Blue return is the most basic thing you have to know
What is blue return?
It is not easy for non-accounting person to record financial transactions correctly. Double-entry bookkeeping may be a hard part of the accounting rules. But this is a common accounting system around the world and almost all corporations (at least in Japan) use it as more reliable system than single-entry bookkeeping. And because the corporations, using the blue return system and keeping accounting records (e.g. a journal and a general ledger) and financial statements (e.g. balance sheet and income statement) properly, are said to be able to file their tax return correctly, the Japan tax office gives several benefits to the corporations.

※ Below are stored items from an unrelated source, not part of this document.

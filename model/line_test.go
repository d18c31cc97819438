package model

import (
	"math"
	"math/rand/v2"
	"testing"
)

// A medium that turns warm for two minutes between samples leaves a warm layer inside the surface: though the surface loses heat at every
// sample, the hottest place is there and no longer in the centre.
func TestSamplesSeeWhatHappenedBetweenThem(t *testing.T) {
	w := 200.0
	air := Course{Name: "door", TimesS: []float64{0}, C: []float64{2}}
	for at := 600.0; at < 7000; at += 600 { // warm until half a minute before a sample
		for i, c := range []float64{2, 95, 95, 2} {
			air.TimesS, air.C = append(air.TimesS, at-[]float64{160, 150, 40, 30}[i]), append(air.C, c)
		}
	}
	air.TimesS, air.C = append(air.TimesS, 7200), append(air.C, 2)
	for _, shape := range []*Shape{Slab, Cylinder, Sphere} {
		p := Product{Shape: shape, StartC: 30, Size: Size{ThicknessM: 0.06, DiameterM: 0.06},
			Food: &Material{Name: "test", Source: "input of the test", Waterless: true, Props: func(float64) Properties { return testFood }}}
		h, err := Solve(p, []Step{{Stage: Cool, DurationS: 7200, Exposure: Exposure{Surface: Film, FilmW: &w, Medium: air}}}, Options{})
		if err != nil {
			t.Fatal(err)
		}
		s := h.Sample(600)
		inside := 0
		for k, at := range s.TimesS {
			hottest, place := math.Inf(-1), 0.0
			for x := 0.0; x <= 1; x += 1.0 / 400 {
				if c := h.At(Place{UpM: 0.03 * x}, at); c > hottest {
					hottest, place = c, x
				}
			}
			if place > 0.2 {
				inside++
			}
			if math.Abs(s.Hottest[k]-hottest) > 0.002 {
				t.Errorf("%s at %g s: hottest %.4f °C at %.1f mm, there is %.4f °C at %.1f mm", shape.Name, at, s.Hottest[k], 1000*s.HottestAt[k].UpM, hottest, 30*place)
			}
		}
		if inside < 3 {
			t.Errorf("%s: the hottest place lay in a warm layer at %d samples only: the case does not show what it should", shape.Name, inside)
		}
	}
}

// Random courses, on each face its own where there are two, at samples from every minute to every half hour: no place is colder or
// hotter than the two of the samples.
func TestSamplesOfOneAxisHoldAllPlaces(t *testing.T) {
	rnd := rand.New(rand.NewPCG(7, 3))
	between := func(a, b float64) float64 { return a + (b-a)*rnd.Float64() }
	const long = 5400.0
	surroundings := func() Exposure {
		w := between(3, 250)
		m := Course{Name: "air", TimesS: []float64{0}, C: []float64{between(0, 95)}}
		for at := 0.0; rnd.IntN(4) > 0 && at < long; {
			at += between(30, 1500)
			m.TimesS, m.C = append(m.TimesS, at), append(m.C, between(0, 95))
		}
		if last := m.TimesS[len(m.TimesS)-1]; last < long && len(m.TimesS) > 1 {
			m.TimesS, m.C = append(m.TimesS, long), append(m.C, between(0, 95))
		}
		if rnd.IntN(8) == 0 {
			return Exposure{Surface: Insulated}
		}
		return Exposure{Surface: Film, FilmW: &w, Medium: m}
	}
	for trial := range 250 {
		shape := []*Shape{Slab, Slab, Cylinder, Sphere}[trial%4]
		r := between(0.008, 0.06)
		p := Product{Shape: shape, StartC: between(2, 90), Size: Size{ThicknessM: 2 * r, DiameterM: 2 * r},
			Food: &Material{Name: "test", Source: "input of the test", Waterless: true, Props: func(float64) Properties { return testFood }}}
		var steps []Step
		for _, stage := range []*Stage{Cook, Cool} {
			st := Step{Stage: stage, DurationS: between(900, long), Exposure: surroundings()}
			if trial%4 == 1 {
				st.Faces = []FaceExposure{{Face: Underside, Exposure: surroundings()}}
			}
			steps = append(steps, st)
		}
		h, err := Solve(p, steps, Options{})
		if err != nil {
			t.Fatal(err)
		}
		s := h.Sample([]float64{60, 300, 1800}[rnd.IntN(3)])
		low := -1.0
		if shape != Slab {
			low = 0
		}
		allowed := 2*h.ErrorK + 0.002
		for k, at := range s.TimesS {
			for x := low; x <= 1; x += 1.0 / 120 {
				c := h.At(Place{UpM: r * x}, at)
				if at > 0 && (c < s.Coldest[k]-allowed || c > s.Hottest[k]+allowed) {
					t.Fatalf("trial %d, %s of %.0f mm at %.0f s: %.4f °C at %.1f mm, outside coldest %.4f at %.1f mm to hottest %.4f at %.1f mm", trial, shape.Name, 2000*r, at, c,
						1000*r*x, s.Coldest[k], 1000*s.ColdestAt[k].UpM, s.Hottest[k], 1000*s.HottestAt[k].UpM)
				}
			}
		}
	}
}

Note: the opposite of blue return is called ‘white return (no benefits that blue return has)’. Also, it is not very important to know why we say ‘blue’ return, but some say that blue is the colour of sky, which might mean blue is a clear or transparent colour. So blue return corporations may file a tax return in a correct way. Don’t say you have the same reaction to white!
What are the benefits?
Carried-forward and carried-back net losses
If your corporation has a net loss (expenses exceed revenues), the net loss can be carried forward to the next ten years or be carried back to the preceding year in which there was a net income.
‘JPY 300,000 depreciation rules’ for small and medium-sized enterprises
If your corporation purchases depreciable assets costing less than JPY 300,000, these can be depreciated immediately in the year they were purchased.
Special depreciation rules and tax credits
Certain assets (e.g. machinery, software, vehicles) may apply to special depreciation rules (depreciated faster) or tax credits.